What do LibanPost tracking statuses mean?
Statuses follow the parcel's journey: "Posting/Collection" means it was accepted, "In transit" means it is moving between facilities, "Dispatched from outward office of exchange" means it left Lebanon, "Held by customs" means it is under inspection, "Out for delivery" means a carrier is delivering it today, and "Delivered" means it reached the recipient. Registered and EMS items usually need a signature on delivery.
Will I pay customs duties on a parcel delivered by LibanPost?
Possibly. For parcels arriving in Lebanon from abroad, Lebanese customs may charge import duties and taxes based on the declared value and item type. The recipient is normally responsible for any duties or clearance fees, and the parcel is released once they are paid. Each item should carry a CN22 or CN23 customs declaration depending on its value.
What is the difference between my order ID and my LibanPost tracking number?
The order ID is the reference the online store assigns to your purchase in its own system, while the LibanPost tracking number is the 13-character S10 code (ending in "LB") that identifies the physical parcel in the postal network. To follow the shipment, always use the S10 number, not the store order ID.
Can I track AliExpress, Temu, Shein, or Amazon orders sent through LibanPost?
Yes. Many cross-border orders from marketplaces such as Amazon, AliExpress, Shein, and Temu are handed to LibanPost for customs and final delivery in Lebanon. Once the parcel enters the Lebanese postal network it generally receives an S10 number ending in "LB", which you can paste into the tracker on this page.
What should I do if my LibanPost parcel is lost or damaged?
Keep your posting receipt with the S10 number, because it is required to open an inquiry. The sender usually starts the claim at the post office of posting or through customer service. For international EMS, LibanPost traces the item with the destination operator under the UPU and EMS framework.
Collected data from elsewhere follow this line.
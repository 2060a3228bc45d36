"""Infidelity against repetition count: naive, structured and twirled, and where they part.

For a block (one cycle of the circuit) repeated N times, three curves (design.md §3, §5):

- **naive**: the fidelity product, exact in closed form: 1 - Π_N = 1 - (1 - e_1)^N, e_1 the naive
  infidelity of one cycle (:func:`budget.errors.fidelity.naive_infidelity`);
- **structured**: the actual infidelity of N cycles from an engine; engines keep the repeat folded
  (exact: matrix powers through a Schur decomposition; generators: the periodic closed form of
  :mod:`budget.engines.matrices.periodic`), so a point costs the same for N = 10 and N = 10**9 and no
  point re-simulates the circuit;
- **twirled**: the same for the Pauli-twirled cycle (Wallman & Emerson, Phys. Rev. A 94, 052325
  (2016)), where coherent errors add in probability, so the curve grows linearly in N at first.

Coherent errors that commute with the cycle add in amplitude: the structured curve grows as N²
and leaves the naive one, which grows as N. The *crossover* is the first N where the structured
value exceeds twice the naive one. With a target E, the *deepest* count of each curve is the
largest N before the curve first exceeds E. Both are found on the log-spaced grid and refined by
bisection between the last grid point below and the first above (assumed to hold one crossing).

Which error components build up and which are echoed away: :mod:`budget.analysis.accumulation`.
"""

from __future__ import annotations

import math
from typing import Callable

import numpy as np

from budget.analysis.ratios import at_rounding_level
from budget.engines.door import check_time, choose
from budget.engines.escalation import exact_if_fits, sweep_engine
from budget.errors.noisy import NoisyCircuit, NoisyRepeat
from budget.engines.base import MEASURED_METRICS
from budget.engines.generators.engine import STOCHASTIC_LIMIT
from budget.problems import InputError

from budget.analysis.accumulation import components_or_note
from budget.analysis.curves import CROSSOVER_FACTOR, CURVE_WORDS, CURVES, JSON_KEYS, DepthCurve
from budget.analysis.measured import measured_values, naive_measured
from budget.analysis.twirl import twirled_circuit
from budget.errors.fidelity import naive_infidelity

__all__ = ["CROSSOVER_FACTOR", "CURVE_WORDS", "CURVES", "JSON_KEYS", "DepthCurve", "depth_curve", "repetition_grid"]
MAX_POINTS = 200

Progress = Callable[[int, int], None]
MAX_CLOSED_FORM_QUBITS = 10
EXACT_CURVE_QUBITS = 3
"""With engine ``auto``, cycles on up to this many qubits use the exact engine at every point."""
EXACT_FALLBACK_QUBITS = 4
"""With engine ``auto``, curves of a cycle on up to this many qubits switch to the exact engine from
the N where the first-order closed form stops being accurate (above the generators engine's
STOCHASTIC_LIMIT) or leaves its range (about 0.1 s per point at 4 qubits with one
BLAS thread on the test machine; 5 qubits took up to 5 s per point, too slow for 25 points)."""


def repetition_grid(max_cycles: int, points: int) -> tuple[int, ...]:
    """Up to ``points`` distinct whole numbers from 1 to max_cycles, spaced evenly in log N.

    >>> repetition_grid(1000, 4)
    (1, 10, 100, 1000)
    >>> repetition_grid(3, 10)
    (1, 2, 3)
    """
    if points < 2:
        raise InputError(f"points = {points}: expected at least 2")
    raw = np.unique(np.rint(np.logspace(0, math.log10(max_cycles), points)).astype(np.int64))
    grid = sorted({int(x) for x in raw} | {1, int(max_cycles)})
    return tuple(grid)


class _Series:
    """One curve as a function of N, with a cache (each value is one engine run).

    ``fn(n)`` gives (value, in range); a value beyond its engine's range is None, so no curve
    jumps to a clipped 1: it stops where its engine stops holding, and :meth:`range_end` says where.
    """

    def __init__(self, fn: Callable[[int], tuple[float, bool]]):
        self._fn = fn
        self._cache: dict[int, float | None] = {}

    def __call__(self, n: int) -> float | None:
        if n not in self._cache:
            value, ok = self._fn(n)
            self._cache[n] = float(min(max(value, 0.0), 1.0)) if ok else None
        return self._cache[n]

    def range_end(self, grid: tuple[int, ...]) -> int | None:
        """The first N beyond the engine's range (None: in range over the whole grid)."""
        return _first_true(lambda n: self(n) is None, grid)


def _first_true(pred: Callable[[int], bool], grid: tuple[int, ...]) -> int | None:
    """Smallest N with pred(N), searching the grid then bisecting the gap before the first hit."""
    prev = 0
    for n in grid:
        if pred(n):
            lo, hi = prev, n  # pred(lo) false (or lo = 0), pred(hi) true
            while hi - lo > 1:
                mid = (lo + hi) // 2
                if pred(mid):
                    hi = mid
                else:
                    lo = mid
            return hi
        prev = n
    return None


def _engine_series(block: NoisyCircuit, metric: str, engine: str, label: str, deepest: int,
                   work: float = 1.0) -> tuple[_Series, str, list[str]]:
    """One curve from an engine.

    ``auto`` on up to EXACT_CURVE_QUBITS qubits: the exact engine at every point (matrix powers, cheap
    at that size). Else, for the process metric, the engine's closed-form repeat sweep where the
    front door has one for the request (:func:`budget.engines.escalation.sweep_engine`: the generators
    engine's periodic closed form, :class:`budget.engines.generators.depth.RepeatSweep`): one
    propagation of the cycle, then any N at O(d³), the same values as one engine run per N.
    Otherwise every point is one run of the chosen engine on the folded repeat (the exact engine
    takes matrix powers, the clifford engine folds whole periods); the engine is chosen for the
    deepest point ``deepest``, the costliest one, among the engines that fold repeats or, where none
    of them holds the circuit (or all are estimated too slow), the pauli engine, which walks a
    non-Clifford repeat cycle by cycle (with an early stop, :mod:`budget.engines.pauli._sweep`):
    then the curve's whole cost, ``work`` times the deepest point's (Σ of the grid's N over the
    deepest N), is checked against the time limit (:func:`budget.engines.door.check_time`)."""
    notes: list[str] = []
    small = engine == "auto" and block.num_qubits <= EXACT_CURVE_QUBITS
    if (metric == "process" and not small and block.later_body is None
            and block.num_qubits <= MAX_CLOSED_FORM_QUBITS):  # the closed form repeats one cycle as it is
        sweeper = sweep_engine(block, metric, engine)
        if sweeper is not None:
            sweep = sweeper.repeat_sweep(block, metric)
            return _Series(sweep.at), f"{sweeper.name} (periodic closed form)", notes
    chosen = choose(_repeated(block, deepest), metric, engine, brief=True, repeats_folded=True).engine
    if not chosen.folds_repeats:
        check_time(_repeated(block, deepest), metric, chosen, runs=max(1, math.ceil(work)), what=f"the {label} depth curve")

    def run(n: int) -> tuple[float, bool]:
        result = chosen.run(_repeated(block, n), metric)
        if result.warnings and result.beyond_range is None and not notes:
            notes.append(f"{label} curve ({chosen.name} engine), from N = {n:,} on: {result.warnings[0]}")
        return result.infidelity, result.beyond_range is None

    return _Series(run), chosen.name, notes


def _measured_curve(block: NoisyCircuit, grid: tuple[int, ...], metric: str, engine: str, target: float | None,
                    progress: Progress | None) -> DepthCurve:
    """Depth curves of the detector or record metric: the whole circuit (a round) repeated N times,
    detectors inferred anew at every N. Naive: 1 - (1 - e₁)^N from the one-round product."""
    one = naive_measured(block)
    names: list[str] = []
    values: dict[str, list[float]] = {c: [] for c in CURVES}
    for i, n in enumerate(grid):
        actual, twirled, name = measured_values(_repeated(block, n), metric, engine)
        names.append(name)
        values["naive"].append(1.0 - (1.0 - one) ** n)
        values["structured"].append(actual)
        values["twirled"].append(twirled)
        if progress is not None:
            progress(i + 1, len(grid))
    deepest: dict[str, int | None] = {}
    if target is not None:
        for c in CURVES:
            bad = [n for n, v in zip(grid, values[c]) if v > target]
            deepest[c] = grid[-1] if not bad else (max((n for n in grid if n < bad[0]), default=None))
    crossover = next((n for n, a, b in zip(grid, values["structured"], values["naive"]) if a > CROSSOVER_FACTOR * b), None)
    return DepthCurve(
        source=block.source, metric=metric, engine="/".join(dict.fromkeys(names)),
        twirled_engine="clifford (Pauli frames)" if metric == "detectors" else "exact",
        repetitions=grid, naive=tuple(values["naive"]), structured=tuple(values["structured"]),
        twirled=tuple(values["twirled"]), crossover_repetitions=crossover, target=target, deepest=deepest,
        components=(), warnings=(f"{metric} metric: each point is computed on the unrolled grid count"
                                 + (" (detectors inferred anew)" if metric == "detectors" else "")
                                 + ", only the grid points are evaluated",),
    )


def _repeated(block: NoisyCircuit, n: int) -> NoisyCircuit:
    """``block`` run ``n`` times; when pulse bleed crosses the seam between repetitions, the first
    repetition is ``block.body`` and the others ``block.later_body`` (as attach peels a repeat)."""
    if n == 1:
        body = block.body
    elif block.later_body is not None:
        body = (*block.body, NoisyRepeat(block.later_body, int(n) - 1))
    else:
        body = (NoisyRepeat(block.body, int(n)),)
    return NoisyCircuit(block.qubits, body, dict(block.readout_error), block.source)


def depth_curve(
    block: NoisyCircuit,
    *,
    max_cycles: int,
    points: int = 25,
    metric: str = "process",
    engine: str = "auto",
    target: float | None = None,
    progress: Progress | None = None,
) -> DepthCurve:
    """Naive, structured and twirled infidelity of 1 … ``max_cycles`` repetitions of ``block``.

    Args:
        block: one cycle, error model attached.
        max_cycles: the deepest repetition count N (1 <= N <= 10**18).
        points: log-spaced grid points (2 … 200; fewer when N is small).
        metric: ``"process"`` or ``"state"``.
        engine: ``"auto"`` or an engine name, used for the structured and the twirled curve.
        target: E in (0, 1) for the deepest count of each curve, or None.
        progress: called as progress(done, total) over the grid.
    """
    if isinstance(max_cycles, bool) or not isinstance(max_cycles, int) or not 1 <= max_cycles <= 10**18:
        raise InputError(f"max_cycles = {max_cycles!r}: expected a whole number from 1 to 10**18")
    if isinstance(points, bool) or not isinstance(points, int) or not 2 <= points <= MAX_POINTS:
        raise InputError(f"points = {points!r}: expected a whole number from 2 to {MAX_POINTS}")
    if target is not None and not 0 < target < 1:
        raise InputError(f"target = {target!r}: expected an infidelity E with 0 < E < 1")
    grid = repetition_grid(max_cycles, points)
    if metric in MEASURED_METRICS:
        return _measured_curve(block, grid, metric, engine, target, progress)
    log_keep = math.log1p(-min(naive_infidelity(block), 1.0)) if naive_infidelity(block) < 1 else -math.inf
    naive = _Series(lambda n: (-math.expm1(n * log_keep) if log_keep > -math.inf else 1.0, True))
    work = sum(grid) / max_cycles  # cost of the whole grid in deepest points, for engines walking cycle by cycle
    structured, name, notes = _engine_series(block, metric, engine, "actual", max_cycles, work)
    tw_block = twirled_circuit(block)
    twirled, tw_name, tw_notes = _engine_series(tw_block, metric, engine, "twirled", max_cycles, work)
    series = {"naive": naive, "structured": structured, "twirled": twirled}
    switches: dict[str, int] = {}
    if engine == "auto" and block.num_qubits <= EXACT_FALLBACK_QUBITS:
        for key, cycle in (("structured", block), ("twirled", tw_block)):
            # switch where the first-order value stops being accurate (the generators engine warns
            # from STOCHASTIC_LIMIT on), not only where it stops being a probability, so the curve
            # at N = 1 is the headline's exact value whenever the headline came from exact
            end = _first_true(lambda n, s=series[key]: s(n) is None or s(n) > STOCHASTIC_LIMIT, grid)
            exact = exact_if_fits(_repeated(cycle, 2), metric) if end is not None else None
            if exact is not None:
                series[key] = _switched(series[key], end, cycle, metric, exact)
                switches[key] = end
    structured, twirled = series["structured"], series["twirled"]
    values: dict[str, list[float]] = {c: [] for c in CURVES}
    for i, n in enumerate(grid):
        for c in CURVES:
            values[c].append(series[c](n))
        if progress is not None:
            progress(i + 1, len(grid))
    crossover = _first_true(lambda n: _above(structured(n), CROSSOVER_FACTOR * naive(n)), grid)
    ends = {c: series[c].range_end(grid) for c in ("structured", "twirled")}
    deepest: dict[str, int | None] = {}
    if target is not None:
        for c in CURVES:  # beyond its range a curve cannot vouch for the target
            first_bad = _first_true(lambda n, s=series[c]: s(n) is None or s(n) > target, grid)
            deepest[c] = max_cycles if first_bad is None else (first_bad - 1 or None)
    components, note = components_or_note(block, metric)
    warnings = list(dict.fromkeys(notes + tw_notes))
    if note:
        warnings.append(note)
    return DepthCurve(
        source=block.source,
        metric=metric,
        engine=name,
        twirled_engine=tw_name,
        repetitions=grid,
        naive=tuple(values["naive"]),
        structured=tuple(values["structured"]),
        twirled=tuple(values["twirled"]),
        crossover_repetitions=crossover,
        target=target,
        deepest=deepest,
        components=components,
        warnings=tuple(warnings),
        range_ends={c: n for c, n in ends.items() if n is not None},
        switches=switches,
    )


def _switched(first: _Series, end: int, cycle: NoisyCircuit, metric: str, exact) -> _Series:
    """``first`` below N = ``end`` (where it is in range), the exact engine from there on
    (engine ``auto`` switches to an engine valid there, issue of values beyond range)."""

    def value(n: int) -> tuple[float, bool]:
        if n < end:
            v = first(n)
            return (0.0, False) if v is None else (v, True)
        return exact.run(_repeated(cycle, n), metric).infidelity, True

    return _Series(value)


def _above(value: float | None, bound: float) -> bool:
    """value > bound, with values beyond range (None) and at rounding level never above."""
    return value is not None and not at_rounding_level(value) and value > bound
For damage claims, keep the packaging and contents until the case is resolved, as an inspection may be needed.
How many post offices does LibanPost have?
LibanPost operates a network of around 74 post offices covering all of Lebanon's governorates, and handles an average of 20 million shipments per year. Beyond mail and parcels, these offices also provide financial services and government services on behalf of 15 Lebanese public institutions.